Musa Celik

Personal information
- Date of birth: 11 April 1983 (age 42)
- Place of birth: Oberhausen, West Germany
- Height: 1.70 m (5 ft 7 in)
- Position(s): Striker

Team information
- Current team: BV Osterfeld 1919

Youth career
- 0000–2002: Arminia Klosterhardt
- 2002–2005: Rot-Weiß Oberhausen
- 2000–2005: SSVg Velbert

Senior career*
- Years: Team / Apps / (Gls)
- 2006–2009: Rot-Weiß Oberhausen / 15 / (1)
- 2009: Giresunspor
- 2010–2011: Rot-Weiß Oberhausen II
- 2010–2011: Rot-Weiß Oberhausen / 19 / (1)
- 2011–2014: KFC Uerdingen 05 / 81 / (5)
- 2014–2017: FSV Duisburg / 45 / (1)
- 2017–2019: SV Genc Osman / 24 / (0)
- 2020–: BV Osterfeld 1919 / 2 / (1)

Managerial career
- 2017: SV Genc Osman (player-assistant)
- 2017–2019: SV Genc Osman (player-coach)

= Musa Çelik =

German professional footballer

Musa Celik (born 11 April 1983) is a German professional footballer who plays for BV Osterfeld 1919 and is co-founder of the SK Gaming esports clan.

==Career==
Born in Oberhausen, Celik began his career in the 2006–07 season at Rot-Weiß Oberhausen, playing for the reserve team initially. In his next season, Musa played in 10 games and helped promote RWO to the 2. Bundesliga. He moved in June 2009 to Giresunspor. After a half year at Giresunspor he returned on 29 December 2009 to sign for his youth club Rot-Weiß Oberhausen where he played for the reserve in the Landesliga.
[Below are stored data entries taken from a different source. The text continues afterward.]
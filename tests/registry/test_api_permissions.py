"""The permission matrix: every endpoint x persona x method, with the status each must get.

The expected statuses are written out by hand from issue 5's role rules, as changed by
issue 10 (a laser user reads the lasers they are authorized on; the LSO adds people; anyone
signed in reports an incident on a laser they can see), not derived from
registry.permissions, so a policy change shows up here as a failing row. A refused
write must leave every row count of the register, history included, unchanged.
test_every_operation_is_in_the_matrix keeps new endpoints from escaping it.
"""
from __future__ import annotations

from collections.abc import Callable
from dataclasses import dataclass
from typing import Any

import pytest
from django.core.cache import cache
from drf_spectacular.generators import SchemaGenerator

from tests.registry.api_world import PERSONAS, World, register_state

Body = Callable[[World], dict[str, Any]] | None
Target = Callable[[World], int] | None


@dataclass(frozen=True)
class Row:
    method: str
    template: str
    target: Target
    body: Body
    # Statuses in PERSONAS order: anonymous, lso, inspector, owner, outsider, user.
    statuses: tuple[int, int, int, int, int, int]
    needs_if_match: bool = False

    def path(self, world: World) -> str:
        return self.template.format(id=self.target(world)) if self.target else self.template


def _s(*statuses: int) -> tuple[int, int, int, int, int, int]:
    assert len(statuses) == len(PERSONAS)
    return statuses  # type: ignore[return-value]


READERS = _s(401, 200, 200, 200, 200, 403)     # the register's shared records
EVERYONE = _s(401, 200, 200, 200, 200, 200)
LSO_INSPECTOR = _s(401, 200, 200, 403, 403, 403)
LSO_WRITE = _s(401, 200, 403, 403, 403, 403)
LSO_CREATE = _s(401, 201, 403, 403, 403, 403)
EVERYONE_CREATE = _s(401, 201, 201, 201, 201, 201)
OWNER_DETAIL = _s(401, 200, 200, 200, 404, 403)  # visible to the owner only among researchers
OWNER_HISTORY = _s(401, 200, 200, 200, 403, 403)
OWNER_WRITE = _s(401, 200, 403, 200, 403, 403)
# The reporter may edit; another researcher cannot see the incident at all.
REPORTER_WRITE = _s(401, 200, 403, 200, 404, 403)

V = "/api/v1"
laser = lambda w: w.laser.pk  # noqa: E731
emission = lambda w: w.emission.pk  # noqa: E731
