class FieldCountTests(HostileInputTestCase):
    many = "&".join(f"p{index}=1" for index in range(settings.DATA_UPLOAD_MAX_NUMBER_FIELDS + 1))

    def test_more_than_1000_query_parameters_is_a_400_on_every_url_with_debug_off_and_on(self) -> None:
        api = self.client_for("lso")
        admin = Client(raise_request_exception=False)
        admin.force_login(self.world.lso.user)
        for debug in (False, True):
            with override_settings(DEBUG=debug):
                for client, path in ((api, f"{V}/schema/"), (api, f"{V}/lasers/"),
                                     (self.client_for("anonymous"), f"{V}/auth/token/"),
                                     (admin, "/admin/registry/laser/"), (admin, "/admin/")):
                    with self.subTest(debug=debug, path=path):
                        response = client.get(f"{path}?{self.many}")
                        self.assertEqual(response.status_code, 400)
                        if path.startswith(V):
                            self.assertIn("DATA_UPLOAD_MAX_NUMBER_FIELDS", response.json()["detail"])
        self.assertEqual(api.get(f"{V}/lasers/?p1=1").status_code, 200)

    def test_more_than_1000_form_fields_is_a_400_in_the_api_error_shape_with_debug_off_and_on(self) -> None:
        before = register_state()
        for debug in (False, True):
            with override_settings(DEBUG=debug), self.subTest(debug=debug):
                response = self.client_for("lso").post(f"{V}/lasers/", self.many,
                                                       content_type="application/x-www-form-urlencoded")
                self.assertEqual(response.status_code, 400)
                self.assertIn("DATA_UPLOAD_MAX_NUMBER_FIELDS", response.json()["detail"])
        self.assertEqual(register_state(), before)
        self.assertFalse(Laser.objects.filter(asset_tag="").exists())
        self.assertEqual(Emission.objects.count(), before["registry.Emission"])
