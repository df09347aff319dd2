"""POST /api/v1/evaluate/ answers what `python -m hazards assess --json` prints, saving nothing."""
from __future__ import annotations

import contextlib
import io
import json
from typing import Any

from django.test import TestCase
from rest_framework.test import APIClient

from tests.registry.api_world import register_state
from hazards.beam import DIAMETER_DEFINITIONS
from hazards.cli import main
from registry import services
from registry.models import DiameterDefinition

# The API takes the command's options with underscores; the command takes them with dashes.
CASES: list[dict[str, Any]] = [
    {"wavelength": "532 nm", "power": "5 mW", "beam_diameter": "2 mm", "divergence": "1 mrad"},
    {"wavelength": 1.064e-6, "power": 2.5, "beam_diameter": 3e-3, "divergence": 0.8e-3, "diameter_at": "1/e",
     "limits": "eu2006"},
    {"wavelength": "1064 nm", "pulse_energy": "0.5 J", "pulse_duration": "10 ns", "beam_diameter": "6 mm",
     "divergence": "0.5 mrad", "exposure": "10 s"},
    {"wavelength": "1064 nm", "pulse_energy": "0.5 J", "pulse_duration": "10 ns", "prf": "10 Hz",
     "beam_diameter": "6 mm", "divergence": "0.5 mrad"},
    {"wavelength": "694.3 nm", "pulse_energy": "2 J", "pulse_duration": "1 ms", "beam_diameter": "6 mm",
     "divergence": "2 mrad"},
]


def _command_output(request: dict[str, Any]) -> tuple[int, str, str]:
    argv = ["assess", "--json"]
    for key, value in request.items():
        argv += [f"--{key.replace('_', '-')}", str(value)]
    out, err = io.StringIO(), io.StringIO()
    with contextlib.redirect_stdout(out), contextlib.redirect_stderr(err):
        status = main(argv)
    return status, out.getvalue(), err.getvalue()


class EvaluateTests(TestCase):
    @classmethod
    def setUpTestData(cls) -> None:
        cls.user = services.person_create(username="uma", role="user")

    def setUp(self) -> None:
        self.client = APIClient()
        self.client.force_authenticate(user=self.user.user)

    def test_the_answer_is_the_commands_json_and_nothing_is_saved(self) -> None:
        for request in CASES:
            with self.subTest(request=request):
                status, printed, _ = _command_output(request)
                self.assertEqual(status, 0)
                before = register_state()
                response = self.client.post("/api/v1/evaluate/", request, format="json")
                self.assertEqual(response.status_code, 200, response.content)
                self.assertEqual(response.json(), json.loads(printed))
                self.assertEqual(register_state(), before)
                for key in ("nohd_m", "od_required", "exposure_basis", "engine_version", "working"):
                    self.assertIn(key, response.json())

    def test_bad_input_is_a_400_naming_the_key_with_the_commands_message(self) -> None:
        bad = [
            ({"wavelength": "5 mW", "power": "5 mW", "beam_diameter": "2 mm", "divergence": "1 mrad"},
             "wavelength"),
            ({"wavelength": "532 nm", "power": "-1 W", "beam_diameter": "2 mm", "divergence": "1 mrad"}, "power"),
            # 10 ns pulses of 0.5 J at 10 Hz average 5 W, not 50 W.
            ({"wavelength": "1064 nm", "power": "50 W", "pulse_energy": "0.5 J", "pulse_duration": "10 ns",
              "prf": "10 Hz", "beam_diameter": "6 mm", "divergence": "0.5 mrad"}, "power"),
            # A 1 ms pulse cannot repeat every 0.1 ms.
            ({"wavelength": "1064 nm", "power": "1 W", "pulse_duration": "1 ms", "prf": "10 kHz",
              "beam_diameter": "6 mm", "divergence": "0.5 mrad"}, "pulse_duration"),
        ]
        for request, field in bad:
            with self.subTest(request=request):
                status, _, error = _command_output(request)
                self.assertEqual(status, 2)
                response = self.client.post("/api/v1/evaluate/", request, format="json")
                self.assertEqual(response.status_code, 400)
                self.assertEqual(list(response.json()), [field])
                message = response.json()[field][0]
                self.assertIn(message, error)

    def test_missing_required_and_unknown_keys_are_named(self) -> None:
        response = self.client.post("/api/v1/evaluate/", {"wavelength": "532 nm", "powr": "5 mW"}, format="json")
        self.assertEqual(response.status_code, 400)
        self.assertEqual(set(response.json()), {"beam_diameter", "divergence"})
        response = self.client.post("/api/v1/evaluate/", {"wavelength": "532 nm", "powr": "5 mW",
                                                          "beam_diameter": "2 mm", "divergence": 0}, format="json")
        self.assertEqual(response.status_code, 400)
        self.assertEqual(list(response.json()), ["powr"])

    def test_the_documented_diameter_definitions_are_the_engines(self) -> None:
        self.assertEqual({value for value, _label in DiameterDefinition.choices}, set(DIAMETER_DEFINITIONS))

    def test_anonymous_callers_cannot_evaluate(self) -> None:
        response = APIClient().post("/api/v1/evaluate/", CASES[0], format="json")
        self.assertEqual(response.status_code, 401)
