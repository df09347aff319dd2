"""The database itself refuses rows that break the register's invariants.

Rows are written with Model.objects.create (through the factories), which skips
full_clean, so what is tested is the named CHECK/UNIQUE constraint in the schema, on
SQLite and on PostgreSQL alike. Both engines name the violated constraint in the error.
"""
from __future__ import annotations

from typing import Any

import pytest
from django.db import IntegrityError, transaction

from tests import factories

pytestmark = pytest.mark.django_db

# (factory, fields that break one rule, name of the constraint that must refuse the row)
REFUSED_ROWS: list[tuple[type[factories.factory.django.DjangoModelFactory], dict[str, Any], str]] = [
    (factories.EmissionFactory, {"average_power_W": 0.0}, "registry_emission_power_positive"),
    (factories.EmissionFactory, {"average_power_W": -0.005}, "registry_emission_power_positive"),
    (factories.EmissionFactory, {"pulse_energy_J": -1e-3, "temporal_mode": "single_pulse", "pulse_duration_s": 1e-8},
     "registry_emission_energy_positive"),
    (factories.EmissionFactory, {"temporal_mode": "q_switched", "pulse_duration_s": 0.0, "pulse_energy_J": 1e-3},
     "registry_emission_duration_positive"),
    (factories.EmissionFactory, {"prf_Hz": 0.0}, "registry_emission_prf_positive"),
    (factories.EmissionFactory, {"beam_diameter_m": -1e-3}, "registry_emission_diameter_positive"),
    (factories.EmissionFactory, {"divergence_rad": -1e-3}, "registry_emission_divergence_not_negative"),
    (factories.EmissionFactory, {"source_size_rad": -0.01}, "registry_emission_source_size_not_negative"),
    (factories.EmissionFactory, {"fibre_na": 1.2}, "registry_emission_fibre_na_in_range"),
    # The register's wavelength range is the limit sets' domain, 180 nm to 1 mm
    # (ICNIRP 2013, "Guidelines on limits of exposure to laser radiation of wavelengths
    # between 180 nm and 1,000 um", Health Phys. 105(3):271-295, scope).
    (factories.EmissionFactory, {"wavelength_m": 179e-9}, "registry_emission_wavelength_in_range"),
    (factories.EmissionFactory, {"wavelength_m": 1.001e-3}, "registry_emission_wavelength_in_range"),
    (factories.EmissionFactory, {"wavelength_max_m": 500e-9}, "registry_emission_wavelength_max_in_range"),
    # A 1 ms pulse cannot repeat at 10 kHz: the period is 0.1 ms.
    (factories.EmissionFactory, {"temporal_mode": "repetitive", "pulse_duration_s": 1e-3, "prf_Hz": 1e4,
                                 "pulse_energy_J": 1e-6}, "registry_emission_pulse_within_period"),
    (factories.EmissionFactory, {"temporal_mode": "q_switched", "pulse_duration_s": 1e-8, "average_power_W": None},
     "registry_emission_has_power_or_energy"),
    (factories.EmissionFactory, {"average_power_W": None, "pulse_energy_J": 1e-3},
     "registry_emission_cw_has_power"),
    (factories.EmissionFactory, {"temporal_mode": "q_switched", "pulse_energy_J": 1e-3},
     "registry_emission_pulsed_has_duration"),
    (factories.EmissionFactory, {"temporal_mode": "blinking"}, "registry_emission_temporal_mode_valid"),
    (factories.LaserFactory, {"labelled_class": "4", "owner": None}, "registry_laser_hazardous_has_owner_and_location"),
    (factories.LaserFactory, {"labelled_class": "3B", "location": None},
     "registry_laser_hazardous_has_owner_and_location"),
    (factories.LaserFactory, {"labelled_class": "1", "embedded_class": "4", "owner": None},
     "registry_laser_hazardous_has_owner_and_location"),
    (factories.LaserFactory, {"labelled_class": "5"}, "registry_laser_class_valid"),
    (factories.LaserFactory, {"status": "lost"}, "registry_laser_status_valid"),
    (factories.LaserFactory, {"retired_on": "2024-01-01"}, "registry_laser_retired_on_only_when_retired"),
    (factories.LocationFactory, {"longest_dimension_m": 0.0}, "registry_location_dimension_positive"),
    (factories.TrainingRecordFactory, {"completed_on": "2025-06-01", "valid_until": "2025-05-31"},
     "registry_trainingrecord_valid_after_completion"),
    (factories.TrainingRecordFactory, {"course": "equipment"}, "registry_trainingrecord_equipment_names_laser"),
    (factories.AuthorizationFactory, {"status": "approved"}, "registry_authorization_decision_has_decider"),
    (factories.SOPFactory, {"status": "approved"}, "registry_sop_approved_has_approver"),
    (factories.SentReminderFactory, {"kind": "weekly"}, "registry_sentreminder_kind_valid"),
    (factories.SOPFactory, {"version": 0}, "registry_sop_version_positive"),
    (factories.EyewearFactory, {"quantity": 0}, "registry_eyewear_quantity_positive"),
    (factories.EyewearMarkingFactory, {"optical_density": None}, "registry_eyewearmarking_has_od_or_lb"),
    (factories.EyewearMarkingFactory, {"wavelength_min_m": 600e-9}, "registry_eyewearmarking_band_in_range"),
    # EN 207:2017 scale numbers run LB1 to LB10.
    (factories.EyewearMarkingFactory, {"en207_conditions": "D", "en207_scale": 11},
     "registry_eyewearmarking_lb_scale_in_range"),
    (factories.EyewearMarkingFactory, {"en207_scale": 5}, "registry_eyewearmarking_lb_has_conditions"),
    (factories.FindingFactory, {"status": "closed"}, "registry_finding_closed_has_evidence"),
    (factories.AuditFactory, {"scope": "location", "location": None}, "registry_audit_location_scope_names_location"),
    (factories.AuditFactory, {"status": "signed_off"}, "registry_audit_signed_off_has_signatory"),
    (factories.IncidentFactory, {"status": "closed"}, "registry_incident_closed_has_follow_up"),
    (factories.HazardResultFactory, {"nohd_unbounded": True, "nohd_m": 12.0},
     "registry_hazardresult_unbounded_has_no_nohd"),
    (factories.HazardResultFactory, {"nohd_m": -1.0}, "registry_hazardresult_nohd_not_negative"),
    (factories.PersonFactory, {"role": "admin"}, "registry_person_role_valid"),
]


@pytest.mark.parametrize(("factory_class", "fields", "constraint"), REFUSED_ROWS,
                         ids=[case[2] + "-" + ",".join(case[1]) for case in REFUSED_ROWS])
def test_the_database_refuses_a_row_breaking_a_rule(
    factory_class: type[factories.factory.django.DjangoModelFactory], fields: dict[str, Any], constraint: str
) -> None:
    model = factory_class._meta.model
    before = model.objects.count()
    with pytest.raises(IntegrityError) as raised, transaction.atomic():
        factory_class.create(**fields)
    assert constraint in str(raised.value)
    assert model.objects.count() == before


# Rows exactly on an edge are legal: the checks are not stricter than the rules.
ACCEPTED_EDGE_ROWS: list[tuple[type[factories.factory.django.DjangoModelFactory], dict[str, Any]]] = [
    (factories.EmissionFactory, {"wavelength_m": 180e-9}),
    (factories.EmissionFactory, {"wavelength_m": 1e-3}),
    # A pulse as long as its period (duty cycle 1).
    (factories.EmissionFactory, {"temporal_mode": "repetitive", "pulse_duration_s": 1e-3, "prf_Hz": 1e3,
                                 "pulse_energy_J": 1e-5}),
    (factories.EmissionFactory, {"divergence_rad": 0.0}),
    (factories.LaserFactory, {"labelled_class": "4", "status": "disposed", "owner": None, "location": None,
                              "retired_on": "2024-01-01"}),
    (factories.LaserFactory, {"labelled_class": "2", "owner": None, "location": None}),
]


@pytest.mark.parametrize(("factory_class", "fields"), ACCEPTED_EDGE_ROWS)
def test_the_database_accepts_a_row_on_the_edge_of_a_rule(
    factory_class: type[factories.factory.django.DjangoModelFactory], fields: dict[str, Any]
) -> None:
    row = factory_class.create(**fields)
    row.refresh_from_db()
    for name, value in fields.items():
        stored = getattr(row, name)
        assert (str(stored) if name.endswith("_on") and stored else stored) == value


def test_two_lasers_cannot_share_an_asset_tag() -> None:
    factories.LaserFactory.create(asset_tag="T-DUP")
    with pytest.raises(IntegrityError) as raised, transaction.atomic():
        factories.LaserFactory.create(asset_tag="T-DUP")
    # SQLite names the column, PostgreSQL the index Django made for the field.
    assert "asset_tag" in str(raised.value)


def test_a_person_cannot_hold_two_open_authorizations_for_one_laser() -> None:
    first = factories.AuthorizationFactory.create()
    with pytest.raises(IntegrityError) as raised, transaction.atomic():
        factories.AuthorizationFactory.create(person=first.person, laser=first.laser, requested_by=first.requested_by)
    message = str(raised.value)
    # PostgreSQL names the partial unique index; SQLite names its columns.
    assert ("registry_authorization_one_open_per_person_laser" in message
            or "registry_authorization.person_id, registry_authorization.laser_id" in message)


def test_a_laser_has_only_one_approved_sop_at_a_time() -> None:
    approver = factories.PersonFactory.create(role="lso")
    first = factories.SOPFactory.create(status="approved", approved_on="2025-01-01", approved_by=approver)
    with pytest.raises(IntegrityError), transaction.atomic():
        factories.SOPFactory.create(laser=first.laser, status="approved", approved_on="2025-02-01",
                                    approved_by=approver)
    assert first.laser.sops.count() == 1


def test_one_hazard_result_per_emission_and_limit_set() -> None:
    result = factories.HazardResultFactory.create()
    with pytest.raises(IntegrityError), transaction.atomic():
        factories.HazardResultFactory.create(emission=result.emission, limits=result.limits)
    factories.HazardResultFactory.create(emission=result.emission, limits="eu2006")
    assert result.emission.hazard_results.count() == 2


def test_the_same_reminder_is_recorded_once_a_day() -> None:
    sent = factories.SentReminderFactory.create()
    with pytest.raises(IntegrityError) as raised, transaction.atomic():
        factories.SentReminderFactory.create(recipient=sent.recipient, kind=sent.kind, sent_on=sent.sent_on)
    message = str(raised.value)
    # PostgreSQL names the unique index; SQLite names its columns.
    assert ("registry_sentreminder_once_a_day" in message
            or "registry_sentreminder.recipient_id, registry_sentreminder.kind" in message)
    factories.SentReminderFactory.create(recipient=sent.recipient, kind="digest", sent_on=sent.sent_on)
    assert sent.recipient.reminders_received.count() == 2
Celik appeared on the bench for Oberhausen's first match of the 2010–11 2. Bundesliga season against Hertha BSC.

On 14 April 2017, it was confirmed that Celik would join SV Genc Osman for the upcoming season as an assistant coach, but would also be registered to play games for the team. Later in the same year, he was promoted to head coach. He resigned on 26 May 2019.

Beside his job as a school teacher, he joined BV Osterfeld 1919 in the winter 2020.

==Esports career==
Celik is also notable as an esports pioneer. In 1997, he was one of the first players of the SK Gaming esports clan (named "Schroet Kommando" back then), founded by his close friends and brothers Ralf Reichert, Tim Reichert and Benjamin Reichert. Among gamers, Celik was known as SK|kila.